Winter is a good time to look for interesting stalks and seed pods in the snow.

Well, this plant is not native to New York, and I think, it’s more interesting than beautiful.

I’ve seen it, in gardens, roadsides and woods, all my life.

Wikipedia indicates that Lunaria annua is naturalized, but native to the Balkans and SW Asia.

In both Europe and Asia, the common names refer to money:  silver dollar plant, the Pope’s money, coins of Judas, etc.

We’ve always called it “honesty.”

In winter, the stalks resemble an abandoned optician’s shop, vandalized by the winter, with old wire-rimmed spectacles, gone cloudy, or missing lenses.

It’s a tough, almost shrubby plant, that needs no care, and produces nice purple flowers, and self-seeds reliably.

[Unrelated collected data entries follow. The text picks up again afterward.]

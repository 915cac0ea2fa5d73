"""Profiles as they come out: SI values, defaults, hash, and what loading costs."""

from __future__ import annotations

import re
import subprocess
import sys
from math import pi
from pathlib import Path
from typing import TYPE_CHECKING

import pytest
from pydantic import ValidationError

from gyrecut.profile import Profile, ProfileError, load_profile, profile_hash, starter_text
from gyrecut.profile.air import OwnSource

if TYPE_CHECKING:
    from collections.abc import Callable, Mapping

    Write = Callable[[Mapping[str, str]], None]

PROFILES = Path(__file__).parents[2] / "profiles"
SHIPPED = sorted(PROFILES.glob("*.yaml"))


def test_three_workshops_are_shipped() -> None:
    assert [path.stem for path in SHIPPED] == ["casting-bench", "joinery-planer", "luthier-sander"]


@pytest.mark.parametrize("path", SHIPPED, ids=lambda path: path.stem)
def test_a_shipped_profile_is_good_and_commented_on_each_line(path: Path) -> None:
    assert load_profile(path).name == path.stem
    first, *lines = path.read_text(encoding="utf-8").splitlines()
    assert first == "# yaml-language-server: $schema=./profile.schema.json"
    assert "invented" in lines[0]
    assert [line for line in lines if line.strip() and "#" not in line] == []


def test_values_are_in_si() -> None:
    profile = load_profile(PROFILES / "casting-bench.yaml")
    assert profile.air.flow == pytest.approx(35 * 0.3048**3 / 60, rel=1e-15)
    assert profile.air.temperature == pytest.approx((72 - 32) / 1.8 + 273.15, rel=1e-15)
    assert profile.stages[0].inlet_velocity == pytest.approx(2950 * 0.3048 / 60, rel=1e-15)
    assert profile.printer.build_volume == (5.71 * 0.0254, 5.71 * 0.0254, 7.09 * 0.0254)
    assert profile.printer.overhang_limit == pi / 4
    assert profile.bin.volume == pytest.approx(231 * 0.0254**3, rel=1e-15)


def test_what_is_left_out_has_the_documented_value(good: str, write: Write) -> None:
    write({"good.yaml": good})
    profile = load_profile(Path("good.yaml"))
    air, joints = profile.air, profile.joints
    assert (air.temperature, air.altitude, air.relative_humidity) == (293.15, 0.0, 0.5)
    assert (air.hose.bends, profile.stages[0].count, profile.description) == (0, 1, "")
    assert (joints.lap, joints.fastener) == (0.01, "M4")
    assert set(profile.limits.model_dump().values()) == {None}


def test_a_profile_is_frozen(good: str, write: Write) -> None:
    write({"good.yaml": good})
    profile = load_profile(Path("good.yaml"))
    with pytest.raises(ValidationError, match="frozen"):
        profile.name = "other"


def test_a_finished_profile_stays_as_it_is(good: str, write: Write) -> None:
    write({"good.yaml": good})
    profile = load_profile(Path("good.yaml"))
    assert Profile.model_validate(profile) is profile


def test_hash_does_not_see_units_comments_and_order(good: str, write: Write) -> None:
    name, rest = good.split("\n", 1)
    other = rest.replace("mouth: 260 mm", "mouth: 26.0cm").replace("20 L", "0.02 m3")
    other = other.replace("140 m3/h", "1.4e2 m3/h  # measured").replace("2.4 mm", "2400 um")
    write({"good.yaml": good, "other.yaml": f"{other}joints: {{lap: 1 cm}}\n{name}\n"})
    assert profile_hash(load_profile(Path("other.yaml"))) == profile_hash(
        load_profile(Path("good.yaml"))
    )


def test_hash_sees_each_value(good: str, write: Write) -> None:
    texts = [
        good,
        good.replace("mouth: 260 mm", "mouth: 260.001 mm"),
        good.replace("name: good", "name: better"),
        good.replace("material: PETG", "material: PLA"),
        good.replace("    fit: over", "    fit: inside"),
    ]
    write({f"{n}.yaml": text for n, text in enumerate(texts)})
    hashes = [profile_hash(load_profile(Path(f"{n}.yaml"))) for n in range(len(texts))]
    assert len(set(hashes)) == len(texts)
    assert all(re.fullmatch("[0-9a-f]{64}", each) for each in hashes)


def test_the_starter_is_a_good_profile(write: Write) -> None:
    write({"first.yaml": starter_text("my-first")})
    assert load_profile(Path("first.yaml")).name == "my-first"


def test_the_starter_is_good_with_its_suggestions_taken_up(write: Write) -> None:
    text = re.sub(r"^( +)# (\w+: )", r"\1\2", starter_text("my-first"), flags=re.MULTILINE)
    write({"first.yaml": text})
    profile = load_profile(Path("first.yaml"))
    assert profile.air.hose.measured == 0.0386
    assert None not in profile.dust.model_dump(exclude={"distribution"}).values()
    assert profile.air.source == "shop-vacuum"
    assert profile.air.pick_up is not None
    assert profile.air.pick_up.diameter == 0.032
    assert profile.air.filter is not None
    assert (profile.air.filter.area, profile.air.filter.filter_class) == (0.5, "M")


def test_the_starter_refuses_a_bad_name() -> None:
    with pytest.raises(ProfileError) as caught:
        starter_text("My First")
    assert (
        str(caught.value)
        == """\
the new profile:1:7: P032 name cannot be used as a file name
   1 | name: My First
     |       ^
  given: My First
  allowed: 1 to 64 small letters, digits and hyphens, not a hyphen first
  do: write a name such as "my-separator\""""
    )


def test_the_unit_library_is_loaded_by_the_first_quantity_only() -> None:
    code = (
        "import sys, gyrecut.profile as p; assert 'pint' not in sys.modules; "
        "p.profile_schema(); p.starter_text('a'); assert 'pint' not in sys.modules"
    )
    subprocess.run([sys.executable, "-c", code], check=True)


def test_a_source_may_stand_in_for_the_flow(good: str, write: Write) -> None:
    write({"source.yaml": good.replace("flow: 140 m3/h", "source: on-board-blower")})
    air = load_profile(Path("source.yaml")).air
    assert air.flow is None
    assert air.source == "on-board-blower"


def test_both_flow_and_source_may_be_given(good: str, write: Write) -> None:
    ends = "source: {shut_off: 18 kPa, open_flow: 0.04 m3/s}"
    write({"both.yaml": good.replace("flow: 140 m3/h", f"flow: 140 m3/h\n  {ends}")})
    air = load_profile(Path("both.yaml")).air
    assert isinstance(air.source, OwnSource)
    assert (air.source.shut_off, air.source.open_flow, air.source.exponent) == (18e3, 0.04, None)
    assert air.flow == pytest.approx(140 / 3600)


def test_what_is_left_out_of_the_air_side_is_not_there(good: str, write: Write) -> None:
    parts = "pick_up: {kind: hood}\n  filter: {area: 50 cm2, class: M}"
    write({"parts.yaml": good.replace("flow: 140 m3/h", f"flow: 140 m3/h\n  {parts}")})
    air = load_profile(Path("parts.yaml")).air
    assert (air.source, air.pressure, air.bin_leak) == (None, None, 0.0)
    assert air.pick_up is not None
    assert (air.pick_up.diameter, air.pick_up.relief_area) == (None, 0.0)
    assert air.filter is not None
    assert (air.filter.position, air.filter.clean_loss, air.filter.limit) == ("suction", None, None)
    assert air.filter.area == pytest.approx(0.005, rel=1e-15)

The seed pods are brownish, flat, and oval – -you can see one hanging on in the pictures, darkened by exposure.

But when the outer layers drop off, it’s the inner part of the seed pod that a lot of people like to gather – – almost pearly, like discs of translucent parchment or paper.

In the last shot above, the membrane is shredded by the winter weather.  (Tattered honesty, this is New York, after all)

I think the last shot looks a bit sinister, like a display for “Sweeney Todd, Eye Doctor”

If you gather it in the fall, when it’s good and dry, you can slip off the outer covers, scatter the seeds, and bring in the money.

 

 

 

 

Finger Lakes, FLX, Frostbite, Nature, snow, Things to Do When Your Water Crystallizes on You, Upstate New York, Winter

Pictures of Upstate New York. January. Honesty, a bit tattered.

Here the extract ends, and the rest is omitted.